Example of an automatic fix Pull Request opened by Snyk
To review and adjust the automatic fix pull request settings:
- 1.In Snyk, go to(Organization settings) > Integrations > Source control > Bitbucket Cloud, and click Edit Settings.
- 2.Scroll to the Automatic fix pull requests section and configure the relevant options.
%20(1)%20(1)%20(1)%20(1)%20(1)%20(1)%20(1)%20(1)%20(1)%20(1)%20(2).png?alt=media)
Modify the automatic fix pull requests
Unlike manual pull requests opened from the Bitbucket interface, Snyk pull requests are not automatically assigned to the default reviewer set in your Bitbucket Cloud account.
Snyk tests any newly created pull request in your repositories for security vulnerabilities and sends a build check to Bitbucket Cloud. You can to see whether the pull request introduces new security issues, directly from Bitbucket Cloud.
The example below presents a Snyk pull request build check on the Bitbucket Cloud Pull Request page.

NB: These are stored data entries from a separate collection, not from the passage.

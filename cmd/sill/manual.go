package main

import (
	"bytes"
	"context"
	"fmt"
	"os"
	"path/filepath"
	"strings"

	"github.com/spf13/cobra"
	"github.com/spf13/cobra/doc"

	"github.com/sill-tool/sill/internal/sharedfile"
)

// newManualCmd returns the hidden command that writes the man pages of the
// command tree into a folder; the release build runs it before packing the
// archives (.goreleaser.yaml).
func newManualCmd() *cobra.Command {
	return &cobra.Command{
		Use:    "manual FOLDER",
		Short:  "Write the man pages of every command into FOLDER (made if missing)",
		Hidden: true,
		Args:   argsNamed("FOLDER (where the man pages go)"),
		RunE: func(cmd *cobra.Command, args []string) error {
			names, err := writeManual(cmd.Context(), cmd.Root(), args[0])
			if err != nil {
				return err
			}
			fmt.Fprintf(cmd.ErrOrStderr(), "sill: wrote %d man pages to %s\n", len(names), args[0])
			return nil
		},
	}
}

// writeManual writes one man page (section 1) per command of the tree
// under root into dir, named as man expects (sill.1, sill-report.1, ...),
// and returns their file names. The pages carry toolVersion and the date
// of SOURCE_DATE_EPOCH, else of today. It changes the commands it is given
// (their descriptions become preformatted text), so give it a tree made
// for the purpose.
func writeManual(ctx context.Context, root *cobra.Command, dir string) ([]string, error) {
	// The pages cover the completion command and the --version flag that
	// cobra adds when the binary runs.
	root.InitDefaultCompletionCmd()
	root.InitDefaultVersionFlag()
	if err := os.MkdirAll(dir, 0o755); err != nil {
		return nil, fmt.Errorf("manual: %w", err)
	}
	var names []string
	var write func(cmd *cobra.Command) error
	write = func(cmd *cobra.Command) error {
		// The descriptions are laid out for a terminal, with aligned
		// columns: keep them as they are rather than reflowed.
		if cmd.Long != "" {
			cmd.Long = "```\n" + strings.TrimRight(cmd.Long, "\n") + "\n```"
		}
		cmd.DisableAutoGenTag = true
		var page bytes.Buffer
		header := &doc.GenManHeader{Section: "1", Source: toolVersion(), Manual: "sill manual"}
		if err := doc.GenMan(cmd, header, &page); err != nil {
			return fmt.Errorf("manual: %s: %w", cmd.CommandPath(), err)
		}
		name := strings.ReplaceAll(cmd.CommandPath(), " ", "-") + ".1"
		if _, err := sharedfile.Write(ctx, filepath.Join(dir, name), page.Bytes(), sharedfile.Options{Perm: 0o644}); err != nil {
			return fmt.Errorf("manual: %w", err)
		}
		names = append(names, name)
		for _, sub := range cmd.Commands() {
			if sub.IsAvailableCommand() && !sub.IsAdditionalHelpTopicCommand() {
				if err := write(sub); err != nil {
					return err
				}
			}
		}
		return nil
	}
	return names, write(root)
}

Example of a Snyk pull request build check on the Bitbucket Cloud Pull Request page
To review and adjust the pull request tests settings,
- 1.In Snyk, go to(Organization settings) > Integrations > Source control > Bitbucket Cloud, and click Edit Settings.

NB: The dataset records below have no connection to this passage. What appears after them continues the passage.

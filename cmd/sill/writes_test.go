package main

import (
	"bytes"
	"errors"
	"os"
	"path/filepath"
	"strings"
	"testing"

	tea "github.com/charmbracelet/bubbletea"

	"github.com/sill-tool/sill/internal/decision"
	"github.com/sill-tool/sill/internal/demo"
	"github.com/sill-tool/sill/internal/projection"
	"github.com/sill-tool/sill/internal/scores"
	"github.com/sill-tool/sill/internal/sharedfile"
	"github.com/sill-tool/sill/tui"
)

// demo --out replaces demo data and nothing else unless forced (it
// overwrote any file before, a decision file included).
func TestDemoOutRefusesOtherFiles(t *testing.T) {
	dir := t.TempDir()
	scoresPath := writeFile(t, dir, "bearings.csv", demo.CSV(2000, 3))
	cutPath := filepath.Join(dir, "cut.yaml")
	if r := runSill(t, "", "report", scoresPath, "--cut", "hit=0.8", "--save", cutPath); r.code != 0 {
		t.Fatalf("save: exit %d, %s", r.code, r.stderr)
	}
	mine := writeFile(t, dir, "mine.csv", []byte("case,p,outcome\n1,0.4,0\n"))
	for _, path := range []string{cutPath, mine} {
		before, _ := os.ReadFile(path)
		r := runSill(t, "", "demo", "--rows", "50", "--out", path)
		want := "sill: write " + path + ": the existing file is not demo data (its first line is "
		if r.code != 2 || !strings.HasPrefix(r.stderr, want) || !strings.HasSuffix(r.stderr, "; add --force to replace it, or write to another file\n") {
			t.Errorf("demo --out %s: exit %d, stderr %q; want 2 and %q…", filepath.Base(path), r.code, r.stderr, want)
		}
		if after, _ := os.ReadFile(path); string(after) != string(before) {
			t.Errorf("a refused demo --out changed %s", filepath.Base(path))
		}
	}
	// Demo data is replaced; anything with --force.
	if r := runSill(t, "", "demo", "--rows", "50", "--seed", "9", "--out", scoresPath); r.code != 0 {
		t.Errorf("demo --out over demo data: exit %d, %s", r.code, r.stderr)
	}
	if r := runSill(t, "", "demo", "--rows", "50", "--out", cutPath, "--force"); r.code != 0 {
		t.Errorf("demo --out --force: exit %d, %s", r.code, r.stderr)
	}
	if data, _ := os.ReadFile(cutPath); !strings.HasPrefix(string(data), demo.Header+"\n") {
		t.Error("--force did not replace the file")
	}
	if r := runSill(t, "", "demo", "--force"); r.code != 2 || r.stderr != "sill: --force goes with --out FILE\n" {
		t.Errorf("--force without --out: exit %d, stderr %q", r.code, r.stderr)
	}
}

// report --save through a symbolic link replaces the file it names and
// keeps that file's mode (it replaced the link with a 0644 file before).
func TestSaveThroughLinkKeepsModeAndLink(t *testing.T) {
	dir := t.TempDir()
	scoresPath := writeFile(t, dir, "bearings.csv", demo.CSV(2000, 3))
	shared := filepath.Join(dir, "shared.yaml")
	if r := runSill(t, "", "report", scoresPath, "--cut", "hit=0.8", "--save", shared); r.code != 0 {
		t.Fatalf("save: exit %d, %s", r.code, r.stderr)
	}
	if err := os.Chmod(shared, 0o600); err != nil {
		t.Fatal(err)
	}
	link := filepath.Join(dir, "cut.yaml")
	if err := os.Symlink("shared.yaml", link); err != nil {
		t.Fatal(err)
	}
	if r := runSill(t, "", "report", scoresPath, "--cut", "base", "--save", link); r.code != 0 {
		t.Fatalf("save through the link: exit %d, %s", r.code, r.stderr)
	}
	if info, err := os.Lstat(link); err != nil || info.Mode()&os.ModeSymlink == 0 {
		t.Fatalf("the link is no longer a link (%v)", err)
	}
	info, err := os.Stat(shared)
	if err != nil || info.Mode().Perm() != 0o600 {
		t.Fatalf("the shared file's mode after the save: %v (%v), want 0600", info.Mode().Perm(), err)
	}
	if f, err := decision.ReadFile(shared); err != nil || f.Chosen != "base" {
		t.Fatalf("the shared file was not replaced: %v", err)
	}
}

// exploreScreen drives the explorer on the demo data without a terminal,
// as the program would: it loads, then takes keys, running the commands
// they return.
func exploreScreen(t *testing.T, out string, keys ...string) tui.Model {
	t.Helper()
	set, err := scores.Read(bytes.NewReader(demo.CSV(500, 3)), "bearings.csv", scores.Options{})
	if err != nil {
		t.Fatal(err)
	}
	var m tea.Model = tui.New(tui.Config{
		Load: func(func(int)) (*scores.Set, error) { return set, nil },
		Assume: func(*scores.Set) (projection.Assumptions, error) {
			return projection.Assumptions{BaseRate: 0.07, Confidence: 0.95}, nil
		},
		Out: out,
	})
	m, _ = m.Update(tea.WindowSizeMsg{Width: 100, Height: 30})
	var run func(cmd tea.Cmd)
	run = func(cmd tea.Cmd) {
		if cmd == nil {
			return
		}
		switch msg := cmd().(type) {
		case tea.BatchMsg:
			run(msg[0]) // the load; the other is the loading screen's tick
		case tea.QuitMsg, nil:
		default:
			var next tea.Cmd
			m, next = m.Update(msg)
			run(next)
		}
	}
	run(m.Init())
	for _, k := range keys {
		var cmd tea.Cmd
		m, cmd = m.Update(tea.KeyMsg{Type: tea.KeyRunes, Runes: []rune(k)})
		run(cmd)
	}
	return m.(tui.Model)
}

// explore exits with status 2 after a write that failed (it exited 0).
func TestExploreExitAfterFailedWrite(t *testing.T) {
	dir := t.TempDir()
	missing := filepath.Join(dir, "no such folder", "cut.yaml")
	var stderr bytes.Buffer
	err := exploreOutcome(exploreScreen(t, missing, "w", "q"), missing, &stderr)
	want := "the decision was not written: write " + missing + ": the folder " + filepath.Dir(missing) + " does not exist"
	if err == nil || err.Error() != want {
		t.Fatalf("error %v, want %q", err, want)
	}
	if exit := (*exitError)(nil); errors.As(err, &exit) {
		t.Errorf("exit status %d, want 2 (run gives 2 to every error that is not an exitError)", exit.code)
	}

	// Refused over a scores file, and the question declined: not written either.
	scoresPath := writeFile(t, dir, "bearings.csv", demo.CSV(500, 3))
	if err := exploreOutcome(exploreScreen(t, scoresPath, "w", "n", "q"), scoresPath, &stderr); !errors.Is(err, decision.ErrNotDecisionFile) {
		t.Errorf("declined replacement: error %v, want ErrNotDecisionFile", err)
	}

	// Written: status 0 and where the decision is.
	good := filepath.Join(dir, "cut.yaml")
	stderr.Reset()
	if err := exploreOutcome(exploreScreen(t, good, "w", "q"), good, &stderr); err != nil || stderr.String() != "sill: the decision is in "+good+"\n" {
		t.Errorf("written: error %v, stderr %q", err, stderr.String())
	}
}

// review exits with status 2 when the file changed on disk after the
// screen read it and the changes were not written elsewhere.
func TestReviewExitAfterRefusedWrite(t *testing.T) {
	dir := t.TempDir()
	scoresPath := writeFile(t, dir, "bearings.csv", demo.CSV(2000, 3))
	cutPath := filepath.Join(dir, "cut.yaml")
	if r := runSill(t, "", "report", scoresPath, "--cut", "hit=0.8", "--cut", "base", "--save", cutPath); r.code != 0 {
		t.Fatalf("save: exit %d, %s", r.code, r.stderr)
	}
	screen := func() tea.Model {
		file, stamp, err := decision.ReadFileStamped(cutPath)
		if err != nil {
			t.Fatal(err)
		}
		var m tea.Model = tui.NewReview(tui.ReviewConfig{File: file, Path: cutPath, Stamp: stamp})
		m, _ = m.Update(tea.WindowSizeMsg{Width: 100, Height: 30})
		return m
	}
	press := func(m tea.Model, keys ...string) tui.Review {
		for _, k := range keys {
			var cmd tea.Cmd
			m, cmd = m.Update(tea.KeyMsg{Type: tea.KeyRunes, Runes: []rune(k)})
			if cmd != nil {
				if msg := cmd(); msg != nil {
					m, _ = m.Update(msg)
				}
			}
		}
		return m.(tui.Review)
	}
	opened := screen()
	// Another session saves after this one opened the file.
	if r := runSill(t, "", "report", scoresPath, "--cut", "base", "--save", cutPath); r.code != 0 {
		t.Fatalf("second save: exit %d, %s", r.code, r.stderr)
	}
	var stderr bytes.Buffer
	err := reviewOutcome(press(opened, "l", "c", "w"), cutPath, &stderr)
	if !errors.Is(err, sharedfile.ErrChanged) || !strings.HasPrefix(err.Error(), "the changes on screen were not written: write "+cutPath+": changed since it was read") {
		t.Fatalf("error %v, want the refused write", err)
	}
	// Written: status 0.
	stderr.Reset()
	if err := reviewOutcome(press(screen(), "w"), cutPath, &stderr); err != nil || stderr.String() != "sill: wrote "+cutPath+"; chosen base\n" {
		t.Fatalf("good write: %v, stderr %q", err, stderr.String())
	}
}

- 2.Scroll to Default Snyk test for pull requests > Open Source Security & Licenses, and configure the relevant options.

Configuring the options for pull request Open Source Security & Licenses
All the operations, whether triggered manually or automatically, are performed for a Bitbucket Cloud service account that has its token (App Password) configured in the Integration settings.

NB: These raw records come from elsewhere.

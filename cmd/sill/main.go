// Command sill helps choose, justify and hand over the operating cut of a
// binary classifier. See README.md.
package main

import (
	"errors"
	"fmt"
	"io"
	"os"
)

// exitError carries an exit status other than 2 for an error, or a status
// with no message (message "").
type exitError struct {
	code    int
	message string
}

func (e *exitError) Error() string { return e.message }

func main() {
	os.Exit(run(os.Args[1:], os.Stdin, os.Stdout, os.Stderr))
}

// run executes the command line with the given standard streams and
// returns the exit status: 0 for success, 1 where a check found drift, 2
// for any error. Errors are one line on stderr.
func run(args []string, stdin io.Reader, stdout, stderr io.Writer) int {
	root := newRootCmd()
	root.SetArgs(args)
	root.SetIn(stdin)
	root.SetOut(stdout)
	root.SetErr(stderr)
	err := root.Execute()
	if err == nil {
		return 0
	}
	var exit *exitError
	if errors.As(err, &exit) {
		if exit.message != "" {
			fmt.Fprintln(stderr, "sill: "+exit.message)
		}
		return exit.code
	}
	fmt.Fprintln(stderr, "sill: "+err.Error())
	return 2
}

The table below presents the required access scopes for the configured token:
Action | Purpose | Required permissions in Bitbucket |
---|---|---|
Daily / weekly tests | Used to read manifest files in private repos | Repositories: Read |
Manual fix pull requests (triggered by the user) | Used to create fix PRs in the monitored repos | Repositories: Read, Write Pull requests: Read, Write |
Automatic fix and upgrade pull requests | Used to create fix / upgrade PRs in the monitored repos | Repositories: Read, Write Pull requests: Read, Write |
Snyk tests on pull requests | Used to send pull request status checks whenever a new PR is created / an existing PR is updated | Repositories: Read, Write Pull requests: Read, Write |
Importing new projects to Snyk | Used to present a list of all the available repos in the Bitbucket in the "Add Projects" screen (import popup) | Account: Read Workspace membership: Read Projects: Read |
Snyk tests on pull requests - initial configuration | Used to add SCM webhooks to the imported repos. Snyk uses these webhooks to:
| Webhooks: Read, Write |
For Snyk to perform the required operations on monitored repositories (such as reading manifest files on a frequent basis and opening fix or upgrade PRs), the integrated Bitbucket Cloud service account needs Admin permissions on the imported repositories:
Action | Purpose | Required permissions on the repository |
---|---|---|
Daily / weekly tests | Used to read manifest files in private repositories. | Write or above |
Snyk tests on pull requests | Used to send pull request status checks when a new PR is created, or an existing PR is updated. | Write or above |
Opening fix and upgrade pull requests | Used to create fix PRs in monitored repositories. | Write or above |
Snyk tests on pull requests - initial configuration | Used to add SCM webhooks to the imported repos. Snyk uses these webhooks to:
| Admin |
To disable this integration, in
(Organization settings)> Integrations:

- 1.In your list of integrations, select the Bitbucket integration you want to deactivate and click Edit settings to open a page with the current status of your integration. The page includes sections that are specific to each integration, where you can manage your credentials, API key, Service Principal, or connection details.
- 2.Scroll to the relevant section and click Disconnect.

Disconnect button at the bottom left of the Disconnect from Bitbucket Cloud section
WARNING
When you disconnect Snyk from your repository projects, your credentials are removed from Snyk and any integration-specific projects that Snyk is monitoring are deactivated in Snyk.
If you choose to re-enable this integration later, you'll need to re-enter your credentials and activate your projects.